Funny enough, there *are* a couple of military bases up in the wilds of Maine. There's one near Brunswick, and another I believe near or on Rangeley Lake. I think they both deal with Navy SEAL training.
Great story. The helicopter story reminds me of the day my publisher called me and said they were going to put a scar on the Gunsmiths face starting with book #2, so I had to dictate a scene over the phone to explain how he got the scar.
Walter Gibson had to rewrite his first Shadow novel to include a scene in Chinatown, because the editors chose to with a painting of a Mandarin on the cover of the magazine.

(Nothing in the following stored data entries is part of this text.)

import { and, eq } from "drizzle-orm";
import { beforeAll, describe, expect, it } from "vitest";
import { auditLog, bookings, memberDocuments, outsideFlightEntries, preflightRecords, uploads, users } from "@/db/schema";
import { getMemberCurrency } from "@/db/queries/currency";
import { createBooking } from "@/lib/actions/bookings/create-booking";
import { beginFlight } from "@/lib/actions/bookings/begin-flight";
import { updateHomePosition } from "@/lib/actions/clubs/update-home-position";
import { recordDocument } from "@/lib/actions/documents/record-document";
import { recordOutsideFlight } from "@/lib/actions/documents/record-outside-flight";
import { verifyRecord } from "@/lib/actions/documents/verify-record";
import { addDays, isoDateInTimeZone } from "@/lib/dates";
import { EMPTY, clubBySlug, db, form, signInAs } from "./helpers";
import { localAt, makePilot, planeId, seedScenario } from "./bookings-helpers";
import { pngFile } from "./fleet-helpers";

// Night passenger currency (14 CFR 61.57(b)), the flight review refusal (61.56(c)), the
// limitation of a deferred item (91.213(d)) at booking and when the flight begins, and claims vs proof.

const SLUG = "reedwater";
const today = () => isoDateInTimeZone(new Date(), clubBySlug(SLUG).timeZone);
const userId = (email: string) => db().select().from(users).where(eq(users.email, email)).get()!.id;
let day = 20;

async function book(email: string, registration: string, time: { from: string; to: string }, extra: Record<string, string | string[]> = {}) {
  const club = clubBySlug(SLUG);
  signInAs(email);
  const d = day++;
  return createBooking(EMPTY, form({ club: SLUG, aircraftId: planeId(SLUG, registration), startsAt: localAt(club, d, time.from), endsAt: localAt(club, d, time.to), ...extra }));
}

const NIGHT = { from: "23:00", to: "23:45" };
const NOON = { from: "12:00", to: "13:00" };
const nightFindings = (s: { fieldErrors: Record<string, string[] | undefined> }) => [...(s.fieldErrors.refusals ?? []), ...(s.fieldErrors.warnings ?? [])].filter((r) => r.includes("14 CFR 61.57(b)"));

describe("rules before the pilot: night, flight review, limitations, claims", () => {
  beforeAll(async () => {
    await seedScenario();
    const t = today();
    // Checked out, verified review and medical, 3 verified day landings in a single-engine land
    // airplane five days ago, no night landings at all.
    makePilot(SLUG, "daytime@example.test", { checkouts: ["Fernwhistle F160"], medicalExpiresOn: addDays(t, 400), flightReviewOn: addDays(t, -100), flewTypeDaysAgo: 5 });
    makePilot(SLUG, "noreview@example.test", { checkouts: ["Fernwhistle F160"], medicalExpiresOn: addDays(t, 400), flewTypeDaysAgo: 5 });
    makePilot(SLUG, "claims@example.test", { checkouts: ["Fernwhistle F160"], medicalExpiresOn: addDays(t, 400), flewTypeDaysAgo: 5 });
  });

  it("night with passengers and no night currency: a finding citing 14 CFR 61.57(b); by day, none", async () => {
    const night = await book("daytime@example.test", "N0527L", NIGHT, { carryingPassengers: "on" });
    expect(night.ok).toBe(false);
    expect(nightFindings(night)).toEqual([expect.stringMatching(/^This booking touches night .*daytime may not carry passengers then: no 3 full-stop night landings within the preceding 90 days on record \(14 CFR 61\.57\(b\)\)\.$/)]);
    const noon = await book("daytime@example.test", "N0527L", NOON, { carryingPassengers: "on" });
    expect(nightFindings(noon)).toEqual([]);
    // Without passengers, night currency is not weighed (61.57(b) is about passengers).
    const solo = await book("daytime@example.test", "N0527L", NIGHT);
    expect(nightFindings(solo)).toEqual([]);
  });

  it("without the home field position night cannot be computed: with passengers, treated as night and said so", async () => {
    const club = clubBySlug(SLUG);
    signInAs("admin@hangarline.test");
    const cleared = await updateHomePosition(EMPTY, form({ club: SLUG, homeLatitude: "", homeLongitude: "" }));
    expect(cleared, cleared.message).toMatchObject({ ok: true });
    expect(clubBySlug(SLUG).settings).toMatchObject({ homeLatitude: null, homeLongitude: null });
    const noon = await book("daytime@example.test", "N0527L", NOON, { carryingPassengers: "on" });
    expect(nightFindings(noon)).toEqual([expect.stringMatching(/^Night unknown \(missing record: the club's home field position\)/)]);
    // Half a position is refused and nothing changes.
    signInAs("admin@hangarline.test");
    const half = await updateHomePosition(EMPTY, form({ club: SLUG, homeLatitude: "41.7", homeLongitude: "" }));
    expect(half.ok).toBe(false);
    expect(half.fieldErrors.homeLongitude?.[0]).toMatch(/both the latitude and the longitude/);
    // A member may not change it.
    signInAs("member@hangarline.test");
    expect((await updateHomePosition(EMPTY, form({ club: SLUG, homeLatitude: "10", homeLongitude: "10" }))).ok).toBe(false);
    signInAs("admin@hangarline.test");
    const saved = await updateHomePosition(EMPTY, form({ club: SLUG, homeLatitude: String(club.settings.homeLatitude), homeLongitude: String(club.settings.homeLongitude) }));
    expect(saved, saved.message).toMatchObject({ ok: true });
    expect(db().select().from(auditLog).where(and(eq(auditLog.clubId, club.id), eq(auditLog.action, "club.settings.update"))).all().length).toBeGreaterThanOrEqual(2);
  });

  it("no flight review: refused under 14 CFR 61.56(c), whatever warnings are accepted", async () => {
    const refused = await book("noreview@example.test", "N0527L", NOON, { acceptedGuards: ["flightReview", "limitations", "notCurrent"] });
    expect(refused.ok).toBe(false);
    expect(refused.fieldErrors.refusals).toEqual(["noreview may not act as pilot in command: no verified flight review on record (14 CFR 61.56(c)). Book with an instructor, or have an instructor verify your flight review."]);
    // An instructor aboard is pilot in command: bookable.
    const instructor = userId("instructor@hangarline.test");
    const dual = await book("noreview@example.test", "N0527L", NOON, { instructorId: instructor, acceptedGuards: ["limitations"] });
    expect(dual, dual.message).toMatchObject({ ok: true });
  });

  it("a limitation is quoted at booking, kept with it, and must be ticked again when the flight begins", async () => {
    const warned = await book("daytime@example.test", "N0527L", NOON);
    expect(warned.fieldErrors.warningGuards).toEqual(["limitations"]);
    expect(warned.fieldErrors.warnings?.[0]).toContain("“Deferred, placarded inoperative (14 CFR 91.213(d)): Left landing light inoperative. Limitation: No night flight until the left landing light is repaired”");
    const club = clubBySlug(SLUG);
    signInAs("daytime@example.test");
    const made = await createBooking(EMPTY, form({ club: SLUG, aircraftId: planeId(SLUG, "N0527L"), startsAt: localAt(club, 0, "23:15"), endsAt: localAt(club, 0, "23:45"), acceptedGuards: ["limitations"] }));
    expect(made, made.message).toMatchObject({ ok: true });
    const bookingId = (made.data as { bookingId: string }).bookingId;
    expect(db().select().from(bookings).where(eq(bookings.id, bookingId)).get()!.acceptedWarnings.map((w) => w.guard)).toEqual(["limitations"]);
    const [record] = db().insert(preflightRecords).values({ clubId: club.id, bookingId, aircraftId: planeId(SLUG, "N0527L"), userId: userId("daytime@example.test"), fuel: [], fuelUnit: "gal", sumps: [], oilQuantity: 6, oilMinimum: 4, oilUnit: "qt", outcome: "ok" }).returning().all();
    const without = await beginFlight(EMPTY, form({ club: SLUG, bookingId, preflightRecordId: record!.id, confirmPreflight: "on", acceptFindings: "on" }));
    expect(without.ok).toBe(false);
    expect(without.message).toBe("Flight not begun: N0527L flies with limits. Read each limitation and tick that you will fly within it.");
    expect(without.fieldErrors.acceptLimitations).toEqual(["Deferred, placarded inoperative (14 CFR 91.213(d)): Left landing light inoperative. Limitation: No night flight until the left landing light is repaired"]);
    expect(db().select().from(bookings).where(eq(bookings.id, bookingId)).get()!.status).toBe("reserved");
    const ticked = await beginFlight(EMPTY, form({ club: SLUG, bookingId, preflightRecordId: record!.id, confirmPreflight: "on", acceptLimitations: "on" }));
    expect(ticked, ticked.message).toMatchObject({ ok: true });
    expect(db().select().from(bookings).where(eq(bookings.id, bookingId)).get()!.status).toBe("dispatched");
    const audit = db().select().from(auditLog).where(and(eq(auditLog.subjectId, bookingId), eq(auditLog.action, "booking.flight.begin"))).get()!;
    expect((audit.after as { limitationsAccepted: string[] }).limitationsAccepted).toHaveLength(1);
  });

  it("a claimed flight review never clears the refusal; verified by an instructor with the logbook page, it does", async () => {
    const club = clubBySlug(SLUG);
    signInAs("claims@example.test");
    const claimed = await recordDocument(EMPTY, form({ club: SLUG, kind: "flight_review", issuedOn: addDays(today(), -30), details: "Another club's instructor" }));
    expect(claimed, claimed.message).toMatchObject({ ok: true });
    const reviewId = (claimed.data as { documentId: string }).documentId;
    const refused = await book("claims@example.test", "N0527L", NOON, { acceptedGuards: ["limitations"] });
    expect(refused.fieldErrors.refusals?.[0]).toMatch(/no verified flight review on record \(14 CFR 61\.56\(c\)\)/);
    const claimsId = userId("claims@example.test");
    const item = getMemberCurrency(db(), club, claimsId, today()).items.find((i) => i.key === "flight_review")!;
    expect(item).toMatchObject({ state: "missing", lastDay: null, claim: { state: "current" } });

    // The member cannot verify their own claim; nor can another member.
    expect((await verifyRecord(EMPTY, form({ club: SLUG, kind: "flight_review", recordId: reviewId, evidenceSeen: "on", file: pngFile("page.png") }))).ok).toBe(false);
    signInAs("member@hangarline.test");
    expect((await verifyRecord(EMPTY, form({ club: SLUG, kind: "flight_review", recordId: reviewId, evidenceSeen: "on", file: pngFile("page.png") }))).ok).toBe(false);

    // An instructor: without the logbook page (no file on the record) it is refused, nothing written.
    signInAs("instructor@hangarline.test");
    const noEvidence = await verifyRecord(EMPTY, form({ club: SLUG, kind: "flight_review", recordId: reviewId, evidenceSeen: "on" }));
    expect(noEvidence.ok).toBe(false);
    expect(noEvidence.fieldErrors.file?.[0]).toMatch(/Attach the logbook page or certificate/);
    const notTicked = await verifyRecord(EMPTY, form({ club: SLUG, kind: "flight_review", recordId: reviewId, file: pngFile("page.png") }));
    expect(notTicked.fieldErrors.evidenceSeen?.[0]).toMatch(/checked the record/);
    expect(db().select().from(memberDocuments).where(eq(memberDocuments.id, reviewId)).get()!.verifiedAt).toBeNull();
    expect(db().select().from(uploads).where(eq(uploads.subjectId, reviewId)).all()).toHaveLength(0);

    const verified = await verifyRecord(EMPTY, form({ club: SLUG, kind: "flight_review", recordId: reviewId, evidenceSeen: "on", file: pngFile("page.png"), idempotencyKey: "11111111-2222-4333-8444-555555555555" }));
    expect(verified, verified.message).toMatchObject({ ok: true });
    const row = db().select().from(memberDocuments).where(eq(memberDocuments.id, reviewId)).get()!;
    expect(row.verifiedById).toBe(userId("instructor@hangarline.test"));
    expect(db().select().from(uploads).where(eq(uploads.id, row.verificationUploadId!)).get()).toMatchObject({ subjectType: "MemberDocument", ownerUserId: claimsId });
    expect(db().select().from(auditLog).where(and(eq(auditLog.subjectId, reviewId), eq(auditLog.action, "currency.verify"))).all()).toHaveLength(1);
    // The same submission again answers the same and writes nothing more.
    const again = await verifyRecord(EMPTY, form({ club: SLUG, kind: "flight_review", recordId: reviewId, evidenceSeen: "on", file: pngFile("page.png"), idempotencyKey: "11111111-2222-4333-8444-555555555555" }));
    expect(again.message).toBe(verified.message);
    expect(db().select().from(auditLog).where(and(eq(auditLog.subjectId, reviewId), eq(auditLog.action, "currency.verify"))).all()).toHaveLength(1);

    const booked = await book("claims@example.test", "N0527L", NOON, { acceptedGuards: ["limitations"] });
    expect(booked, booked.message).toMatchObject({ ok: true });
  });

  it("claimed outside landings are shown, never counted, until the safety officer verifies them", async () => {
    const club = clubBySlug(SLUG);
    const member = userId("claims@example.test");
    signInAs("claims@example.test");
    const added = await recordOutsideFlight(EMPTY, form({ club: SLUG, flownOn: today(), aircraftDescription: "Rental at Pinecrest Strip (PINESTRIP)", category: "Airplane", classRating: "Single-engine land", dayLandings: "0", nightFullStopLandings: "3" }));
    expect(added, added.message).toMatchObject({ ok: true });
    const key = "passenger_night:airplane/singleengineland";
    const before = getMemberCurrency(db(), club, member, today()).items.find((i) => i.key === key)!;
    expect(before).toMatchObject({ state: "missing", lastDay: null, claim: { state: "current", lastDay: addDays(today(), 89) } }); // 14 CFR 61.57(b): D + 89
    const night = await book("claims@example.test", "N0527L", NIGHT, { carryingPassengers: "on", acceptedGuards: ["limitations"] });
    expect(night.ok).toBe(false);
    expect(nightFindings(night)).toHaveLength(1);

    const entry = db().select().from(outsideFlightEntries).where(and(eq(outsideFlightEntries.userId, member), eq(outsideFlightEntries.flownOn, today()))).get()!;
    signInAs("safety@hangarline.test");
    const verified = await verifyRecord(EMPTY, form({ club: SLUG, kind: "outside_flight", recordId: entry.id, evidenceSeen: "on", file: pngFile("logbook.png") }));
    expect(verified, verified.message).toMatchObject({ ok: true });
    const after = getMemberCurrency(db(), club, member, today()).items.find((i) => i.key === key)!;
    expect(after).toEqual({ key, label: "Passengers at night — Airplane single-engine land", state: "current", lastDay: addDays(today(), 89) }); // 14 CFR 61.57(b)
    const nightAgain = await book("claims@example.test", "N0527L", NIGHT, { carryingPassengers: "on", acceptedGuards: ["limitations"] });
    expect(nightAgain, nightAgain.message).toMatchObject({ ok: true });
    // Verifying twice is refused: it is already verified.
    signInAs("safety@hangarline.test");
    expect((await verifyRecord(EMPTY, form({ club: SLUG, kind: "outside_flight", recordId: entry.id, evidenceSeen: "on", file: pngFile("logbook.png") }))).message).toMatch(/already verified/);
    // Another club's record is not found.
    signInAs("cottonwood.maint@hangarline.test");
    expect((await verifyRecord(EMPTY, form({ club: "cottonwood-flyers", kind: "outside_flight", recordId: entry.id, evidenceSeen: "on", file: pngFile("logbook.png") }))).message).toMatch(/not found/);
  });
});
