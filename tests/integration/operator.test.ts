import { beforeAll, describe, expect, it } from "vitest";
import { and, eq } from "drizzle-orm";
import { auditLog, clubs, invitations, operatorAssignments } from "@/db/schema";
import { createClub } from "@/lib/actions/operator/create-club";
import { assignClubAdmin } from "@/lib/actions/operator/assign-admin";
import { listOperatorClubSummaries } from "@/db/queries/operator";
import { EMPTY, clubBySlug, db, form, membershipOf, outboxFor, seedOnce, signInAs } from "./helpers";

const newClub = { name: "Juniper Ridge Flyers", slug: "juniper-ridge", timeZone: "America/Denver", currency: "USD", unitSystem: "imperial" };

describe("operator console", () => {
  beforeAll(async () => {
    await seedOnce();
  });

  it("summarises each club with counts and totals only, no member-level detail", () => {
    const operator = signInAs("operator@hangarline.test")!;
    const summaries = listOperatorClubSummaries(db(), operator.id);
    expect(summaries.map((s) => s.slug).sort()).toEqual(["aeroclub-silberau", "cottonwood-flyers", "lakeshore-aero"]);
    for (const s of summaries) {
      expect(Object.keys(s.fleet).sort()).toEqual(["flyable", "grounded", "limited", "unknown"]);
      expect(Number.isInteger(s.receivables.totalMinor)).toBe(true);
    }
    const text = JSON.stringify(summaries);
    expect(text).not.toMatch(/@hangarline\.test|Rowan|Pike/);
  });

  it("an operator creates a club and its first admin is invited through the outbox", async () => {
    const operator = signInAs("operator@hangarline.test")!;
    const state = await createClub(EMPTY, form({ ...newClub, adminEmail: "chief@juniper.test" }));
    expect(state).toMatchObject({ ok: true, data: { slug: "juniper-ridge" } });
    const club = clubBySlug("juniper-ridge");
    expect(club).toMatchObject({ timeZone: "America/Denver", currency: "USD", unitSystem: "imperial" });
    expect(club.settings.bookingGuards.grounded).toBe("refuse");
    expect(db().select().from(operatorAssignments).where(and(eq(operatorAssignments.clubId, club.id), eq(operatorAssignments.userId, operator.id))).all()).toHaveLength(1);
    const inv = db().select().from(invitations).where(eq(invitations.clubId, club.id)).get()!;
    expect(inv).toMatchObject({ email: "chief@juniper.test", roles: ["member", "admin"] });
    expect(outboxFor("chief@juniper.test")).toHaveLength(1);
    expect(db().select().from(auditLog).where(and(eq(auditLog.clubId, club.id), eq(auditLog.action, "club.create"))).all()).toHaveLength(1);
  });

  it("refuses a taken slug with a field error and creates nothing", async () => {
    signInAs("operator@hangarline.test");
    const before = db().select().from(clubs).all().length;
    const state = await createClub(EMPTY, form({ ...newClub, slug: "lakeshore-aero", adminEmail: "x@y.test" }));
    expect(state.ok).toBe(false);
    expect(state.fieldErrors.slug?.[0]).toMatch(/another club/i);
    expect(db().select().from(clubs).all().length).toBe(before);
  });

  it("appoints an existing account as admin directly", async () => {
    signInAs("operator@hangarline.test");
    const club = clubBySlug("juniper-ridge");
    const state = await assignClubAdmin(EMPTY, form({ clubId: club.id, adminEmail: "member@hangarline.test" }));
    expect(state.ok).toBe(true);
    expect(membershipOf("member@hangarline.test", "juniper-ridge")?.roles).toEqual(["member", "admin"]);
  });

  it("a club admin who is not an operator can neither create clubs nor appoint admins", async () => {
    signInAs("admin@hangarline.test");
    const before = db().select().from(clubs).all().length;
    expect((await createClub(EMPTY, form({ ...newClub, slug: "sneaky-club", adminEmail: "a@b.test" }))).ok).toBe(false);
    expect(db().select().from(clubs).all().length).toBe(before);
    const cottonwood = clubBySlug("cottonwood-flyers");
    const state = await assignClubAdmin(EMPTY, form({ clubId: cottonwood.id, adminEmail: "admin@hangarline.test" }));
    expect(state.ok).toBe(false);
    expect(membershipOf("admin@hangarline.test", "cottonwood-flyers")).toBeUndefined();
  });
});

Thanks to Len for the behind-the-scenes look at Peter McCurtin. I've read quite a few of his westerns and really enjoyed them, though he was one of the best at his time. I've always wondered about his personal life but haven't been able to find much on the Net about. Till now. (I do remember reading something about him writing in a notorious old hotel, going to movies, and eating in "automats," whatever they are. Don't remember where I read it.)
Cover art: Jack Palance versus Colonel Klink?
An automat is sort of a self-serve McDonald's. The idea is making a comeback now that fast food workers think they ought to make twenty dollars an hour.
now that fast food workers think they ought to make twenty dollars an hour
Earning a living wage is downright un-American.